Speaking of next time, inevitably you will find yourself in the frustrating situation of having finished your previous beverage and in need of another. Unfortunately, you must once again get the bartender’s attention and chances are good this time will be much
harder. It’s likely that their uneducated minds have written you off because you’ve already been taken care of once. Luckily you are now in possession of a sure-fire tactic guaranteed to make even the surliest of professionals turn their head your way and pay you the notice you deserve. Grab your empty glass near the top, hold it out over the inner edge of the bar, and shake it so the ice jingles around like a maraca. Combining this with any (or better yet ALL) of the above tactics will surely regain the bartender’s attention quickly and efficiently.

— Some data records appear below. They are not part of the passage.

"""Allan deviations against NIST SP 1065 (W. J. Riley, Handbook of Frequency Stability Analysis, 2008).

The 1000-point set is generated as SP 1065 prescribes (p. 107); deviations are Table 31 (p. 108), the nine points Tables 29
and 30 (p. 107, after NBS Monograph 140, annex 8.E). Values as transcribed in public test files that cite these pages.
"""

import numpy as np
import pytest

from stillbench.deviation.overlapping import overlapping_deviation, pooled_deviation
from stillbench.deviation.plain import plain_deviation
from stillbench.foundation.arrays import FloatArray

NINE_POINTS = np.array([892.0, 809.0, 823.0, 798.0, 671.0, 644.0, 883.0, 903.0, 677.0])


def thousand_points() -> FloatArray:
    number = 1_234_567_890
    values = []
    for _ in range(1000):
        values.append(number / 2_147_483_647)
        number = 16_807 * number % 2_147_483_647
    return np.array(values)


def test_generator_gives_the_published_integers() -> None:
    points = thousand_points() * 2_147_483_647
    assert [round(value) for value in points[1:4]] == [395_529_916, 1_209_410_747, 633_705_974]


@pytest.mark.parametrize(("factor", "printed"), [(1, "2.922319e-01"), (10, "9.159953e-02"), (100, "3.241343e-02")])
def test_overlapping_deviation_of_the_thousand_points(factor: int, printed: str) -> None:
    got = overlapping_deviation(thousand_points(), sample_interval=1.0, factor=factor)
    assert f"{got:.6e}" == printed


@pytest.mark.parametrize(("factor", "printed"), [(1, "2.922319e-01"), (10, "9.965736e-02"), (100, "3.897804e-02")])
def test_deviation_without_overlap_of_the_thousand_points(factor: int, printed: str) -> None:
    assert f"{plain_deviation(thousand_points(), factor):.6e}" == printed


@pytest.mark.parametrize(("factor", "printed"), [(1, "91.22945"), (2, "85.95287")])
def test_overlapping_deviation_of_the_nine_points(factor: int, printed: str) -> None:
    assert f"{overlapping_deviation(NINE_POINTS, sample_interval=1.0, factor=factor):.5f}" == printed


@pytest.mark.parametrize(("factor", "printed"), [(1, "91.22945"), (2, "115.8082")])
def test_deviation_without_overlap_of_the_nine_points(factor: int, printed: str) -> None:
    assert f"{plain_deviation(NINE_POINTS, factor):.{len(printed.split('.')[1])}f}" == printed


@pytest.mark.parametrize(("factor", "count"), [(1, 999), (10, 981), (100, 801)])
def test_number_of_pairs_of_the_thousand_points(factor: int, count: int) -> None:
    _, pairs = pooled_deviation([thousand_points()], np.array([factor]))
    assert pairs[0] == count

If not, make a production of again not leaving a tip, tell your group to finish their drinks quickly because you’re leaving, and write a scathing Yelp review as you walk out.
Now there are some that may disagree with these tactics. Those disgraceful idiots may tell you never to stand in the service well as it’s separated from the rest of the bar for a reason. They might tell you never to pound the bar or jingle your ice cubes as it’s unbelievably rude to both the bartender and the other patrons. They may even tell you that the only acceptable name to call a bartender who hasn’t given you their name is “Sir,” “Ms.,” or “Bartender,” and that if you call a female bartender anything else you
deserve to be aggressively removed from the premises.

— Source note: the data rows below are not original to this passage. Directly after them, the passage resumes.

"""Cases whose Allan deviation is known exactly; derived by hand from the definition."""

import math

import numpy as np
import pytest

from stillbench.deviation.overlapping import overlapping_deviation

ROUNDING = 1e-12
"""Sums of a thousand float64 terms of order one."""


def deviation(values: object, factor: int) -> float:
    return overlapping_deviation(np.asarray(values, dtype=float), sample_interval=1.0, factor=factor)


def test_constant_has_none() -> None:
    assert deviation(np.full(1000, 2.5), 10) == 0.0


def test_ramp_is_slope_times_tau_over_root_two() -> None:
    ramp = 2.5e-3 * np.arange(1000)
    assert f"{deviation(ramp, 100):.14f}" == "0.17677669529664"
    for factor in (1, 7, 333):
        assert deviation(ramp, factor) == pytest.approx(2.5e-3 * factor / math.sqrt(2), rel=ROUNDING)


def test_step_at_the_centre() -> None:
    n_samples, factor = 1000, 100
    step = np.r_[np.zeros(n_samples // 2), np.ones(n_samples // 2)]
    variance = (2 * factor**2 + 1) / (3 * factor) / (2 * (n_samples - 2 * factor + 1))
    assert deviation(step, factor) == pytest.approx(math.sqrt(variance), rel=ROUNDING)
    assert f"{deviation(step, factor) ** 2:.13f}" == "0.0416167290886"


@pytest.mark.parametrize(("factor", "expected"), [(1, math.sqrt(2)), (2, 0.0), (3, math.sqrt(2) / 3)])
def test_alternating_signs(factor: int, expected: float) -> None:
    assert deviation([1.0, -1.0] * 500, factor) == pytest.approx(expected, abs=ROUNDING)


def test_sine_of_long_record() -> None:
    """ADEV(m) = A sin^2(pi f m) / (m sin(pi f)); with whole periods in every sum the phase averages out exactly."""
    frequency, factor, periods = 0.01, 37, 1000
    n_samples = round(periods / frequency) + 2 * factor - 1  # whole periods of second differences
    sine = np.sin(2 * math.pi * frequency * np.arange(n_samples))
    expected = math.sin(math.pi * frequency * factor) ** 2 / (factor * math.sin(math.pi * frequency))
    assert deviation(sine, factor) == pytest.approx(expected, rel=1e-9)  # rounding of 1e5 sines
    assert f"{expected:.7f}" == "0.7247246"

They may try to convince you that the most effective way to get a drink in any bar is to stand at the bar sideways but facing the bartender, rest your hand on the bar holding the money or card you intend to pay with, politely stare at the bartender until the two of you make eye contact, and then smile, nod, and wait your turn. They may try to convince you that the most effective way to get a drink in any bar is to stand at the bar sideways but facing the bartender, rest your hand on the bar holding the money or card you intend to pay with, politely stare at the bartender until the two of you make eye contact, and then smile, nod, and wait your turn.

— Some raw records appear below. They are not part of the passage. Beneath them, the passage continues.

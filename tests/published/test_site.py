"""Earth rate and normal gravity against the values of WGS 84 (NGA.STND.0036; table values recomputed from its constants)."""

import math

import pytest

from stillbench.foundation.errors import UsageError
from stillbench.logs.site import (
    earth_rate_along,
    gravity_along,
    normal_gravity,
    parse_attitude,
    parse_latitude,
)

DEGREES_AN_HOUR = 180.0 / math.pi * 3600.0


@pytest.mark.parametrize(
    ("latitude", "vertical", "horizontal", "gravity"),
    [
        (0, "0.000000", "15.041067", "9.7803253359"),
        (30, "7.520533", "13.025946", "9.793247269"),
        (45, "10.635640", "10.635640", "9.806197769"),
        (60, "13.025946", "7.520533", "9.819176953"),
        (90, "15.041067", "0.000000", "9.832184938"),
    ],
)
def test_earth_rate_and_gravity(latitude: int, vertical: str, horizontal: str, gravity: str) -> None:
    angle = math.radians(latitude)
    assert f"{earth_rate_along(angle, 0.0, 0.0) * DEGREES_AN_HOUR:.6f}" == vertical
    assert f"{earth_rate_along(angle, math.pi / 2, 0.0) * DEGREES_AN_HOUR:.6f}" == horizontal
    assert f"{earth_rate_along(angle, math.pi / 2, math.pi / 2) * DEGREES_AN_HOUR:.6f}".lstrip("-") == "0.000000"
    assert f"{normal_gravity(angle):.{len(gravity) - 2}f}" == gravity
    assert gravity_along(angle, math.pi) == -normal_gravity(angle)


@pytest.mark.parametrize(
    ("text", "degrees"), [("53.5 N", 53.5), ("53.5 deg", 53.5), ("-12.25 deg", -12.25), ("33.9 S", -33.9), ("0", 0.0)]
)
def test_latitudes(text: str, degrees: float) -> None:
    assert math.degrees(parse_latitude(text)) == pytest.approx(degrees, abs=1e-12)


@pytest.mark.parametrize("text", ["91 deg", "north", "", "5 3", "53.5 E", "1.2.3"])
def test_no_latitude(text: str) -> None:
    with pytest.raises(UsageError, match="the latitude is"):
        parse_latitude(text)


def test_attitudes() -> None:
    assert parse_attitude("axis up") == (0.0, 0.0)
    assert parse_attitude("input axis down") == (math.pi, 0.0)
    assert parse_attitude("input axis up, within 0.5 deg") == (0.0, 0.0)
    assert parse_attitude("East") == (math.pi / 2, math.pi / 2)
    tilt, azimuth = parse_attitude("tilt 30 deg, azimuth 0.5 rad") or (0.0, 0.0)
    assert tilt == pytest.approx(math.pi / 6)
    assert azimuth == 0.5
    assert parse_attitude("on the pier, label up") is None
    with pytest.raises(UsageError, match="an angle as tilt"):
        parse_attitude("tilt 30 s, azimuth 1 deg")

These heathens think it’s important to not only have your group’s order ready but also have another set of hands with you to help carry it to your table. And for some reason, they think that if you don’t have the money to tip appropriately you don’t have the money to go out in the first place because hourly tipped employees are paid less than minimum wage in all but the best establishments. Ignore their suggestion that starting off with a larger than average tip and then tipping consistently well through the night will definitely result in getting you priority service but what’s more will probably result in you getting one or more drinks on the house every round.
Those haters have no idea what they’re talking about.
Follow my lead, use the tactics I’ve outlined, and you’ll surely stand out, my friends.